# Best (Coolest) DH SPD shoe



## cake96861 (Apr 19, 2005)

I like the grey Shimano MP66, not sure if that's the right model, what other shoes are there out there that are like regular shoes?


----------



## Rover Nick (Jul 13, 2006)

The oakley wrench

http://oakley.com/o/o4183d/p13397


----------



## Jakeowens (Aug 29, 2006)

If your lookin for a cheaper option (35 bucks) check these out

http://www.pricepoint.com/detail/14200-285_SETRV5-0-Search--/Sette-Rival-Shoes.htm

They dont look the coolest, but the price is right and they're SPD. They are pretty comfortable, look alright, and get the job done. Good value in my book

Sizes run a lil small, I'd get a half size bigger than you usually wear.


----------



## Spastik Slingkee (Nov 22, 2005)

the 661 launch shoes are pretty much reinforced skate shoes with spd mounts


----------



## Rover Nick (Jul 13, 2006)

661 shoes are crap. I had a pair and within the first two rides they started to tear apart. They are also so bulky that they kept getting sucked under the down tube. Then about 2 months later, the spd cleat wouldn't even stay in.


----------



## attomixt (Dec 26, 2004)

I have the shimanos but they came in black from jenson, there was no option either. Thought I was getting gray. Still looks cool, so far so good but haven't had them long.


----------



## TNC (Jan 21, 2004)

*Tough question*

There's not really much out there IMO in the way of really good DH/AM SPD shoes. Most MTB shoes are just roadie shoes on steroids. On the other hand, you don't some all leather, non-breathing combat boot. I bought 3 pairs of AXO Decents when they used to make them, and they're the best hard core MTB SPD shoes I've even had. Though they don't look like it from the pic, they actually have excellent breathability while offering very good ankle protection and support. We have lots of rocks and cactus, and these things have been awesome. They last a long time too.


----------



## mrpercussive (Apr 4, 2006)

http://pricepoint.com/detail/15414-285_SSONV6-1-Clothing-133-Shoes/Mountain/661-Nuevo-Shoe.htm

The ones i'm using... pretty cool and tough... Not too sure about the mud shedding ability though... i've had some problems with mud getting stuck at the cleats...


----------



## 8664 (Oct 17, 2005)

sorry


----------



## 8664 (Oct 17, 2005)

this shoe rock's
View attachment 211702


----------



## SuperKat (Mar 27, 2005)

*661 are Poop?*

Aw man...I just ordered a pair of 661's after hearing good things. :madman: 
They're really poo?


----------



## Tarekith (Mar 9, 2005)

I've been using 661's all summer with no issues at all, I thought they were great actually.


----------



## Ace1 (Jun 14, 2004)

SuperKat7 said:


> Aw man...I just ordered a pair of 661's after hearing good things. :madman:
> They're really poo?


Na, they're fine and good value.

Oakleys look the nicest IMO...


----------



## t66 (Jan 20, 2004)

*adidas*

The ones pictured by 6664 above.
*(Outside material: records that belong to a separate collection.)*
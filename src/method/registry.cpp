// SPDX-License-Identifier: GPL-3.0-or-later
#include <array>

#include "method/difference.h"
#include "method/method.h"
#include "method/modulation.h"
#include "method/steady.h"

namespace kneeprint {

std::span<const Method> methods() {
  static const std::array table{
      steady_sine(),
      smpte_modulation(),
      ccif_difference(),
  };
  return table;
}

const Method* find_method(std::string_view id) {
  for (const Method& m : methods()) {
    if (m.id == id) return &m;
  }
  return nullptr;
}

std::vector<std::string> method_ids() {
  std::vector<std::string> ids;
  for (const Method& m : methods()) ids.emplace_back(m.id);
  return ids;
}

}  // namespace kneeprint
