// SPDX-License-Identifier: GPL-3.0-or-later
#include "method/products.h"

#include <fmt/format.h>

#include <boost/math/special_functions/binomial.hpp>
#include <cmath>
#include <cstdlib>

namespace kneeprint {
namespace {

// "2f1", "f2"; "" for none.
std::string term(int k, const char* tone) {
  if (k == 0) return "";
  return k == 1 ? tone : fmt::format("{}{}", k, tone);
}

}  // namespace

int ProductIndex::order() const { return std::abs(k1) + std::abs(k2); }

std::vector<ProductIndex> products_to_order(int highest, std::size_t cycles1, std::size_t cycles2) {
  const auto cycles = [&](ProductIndex p) {
    return p.k1 * static_cast<long>(cycles1) + p.k2 * static_cast<long>(cycles2);
  };
  std::vector<ProductIndex> out;
  for (int n = 1; n <= highest; ++n) {
    for (int k1 = n; k1 > -n; --k1) {
      const int k2 = n - std::abs(k1);
      const ProductIndex p{k1, k2};
      const ProductIndex shown =
          cycles(p) < 0 || (cycles(p) == 0 && k1 < 0) ? ProductIndex{-k1, -k2} : p;
      out.push_back(shown);
    }
  }
  return out;
}

std::string name_of(ProductIndex p) {
  const std::string first = term(std::abs(p.k1), "f1"), second = term(std::abs(p.k2), "f2");
  if (p.k1 == 0 || p.k2 == 0) return first + second;
  if ((p.k1 > 0) == (p.k2 > 0)) return first + "+" + second;
  return p.k1 > 0 ? first + "-" + second : second + "-" + first;
}

double over_harmonic(ProductIndex p, double share1, double share2) {
  const auto n = static_cast<unsigned>(p.order()), k = static_cast<unsigned>(std::abs(p.k1));
  return boost::math::binomial_coefficient<double>(n, k) * std::pow(share1, std::abs(p.k1)) *
         std::pow(share2, std::abs(p.k2));
}

}  // namespace kneeprint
The best I've had, anyway. Toe protection ankle protection and you can clip back in easily.

Best IMO. I think Go-Ride sells them.


----------



## coma13 (Sep 3, 2005)

TNC said:


> There's not really much out there IMO in the way of really good DH/AM SPD shoes. Most MTB shoes are just roadie shoes on steroids. On the other hand, you don't some all leather, non-breathing combat boot. I bought 3 pairs of AXO Decents when they used to make them, and they're the best hard core MTB SPD shoes I've even had. Though they don't look like it from the pic, they actually have excellent breathability while offering very good ankle protection and support. We have lots of rocks and cactus, and these things have been awesome. They last a long time too.


They are also the most ridiculous looking things you could put on your feet this side of 12" aquarium platforms....


----------



## finchy (Jan 21, 2004)

id recommend the adidas aswell, teh oakley offering isnt half bad either just pricey and the 661 is pretty sick too, looks like a skater shoe!


----------



## caspar (Feb 2, 2004)

*The old Sidis !*

Cant remeber their name , and unsure if they still make them , but they are/were SPD ready.
Cheers


----------



## InnovateorDie (Sep 25, 2006)

attomixt said:


> I have the shimanos but they came in black from jenson, there was no option either. Thought I was getting gray. Still looks cool, so far so good but haven't had them long.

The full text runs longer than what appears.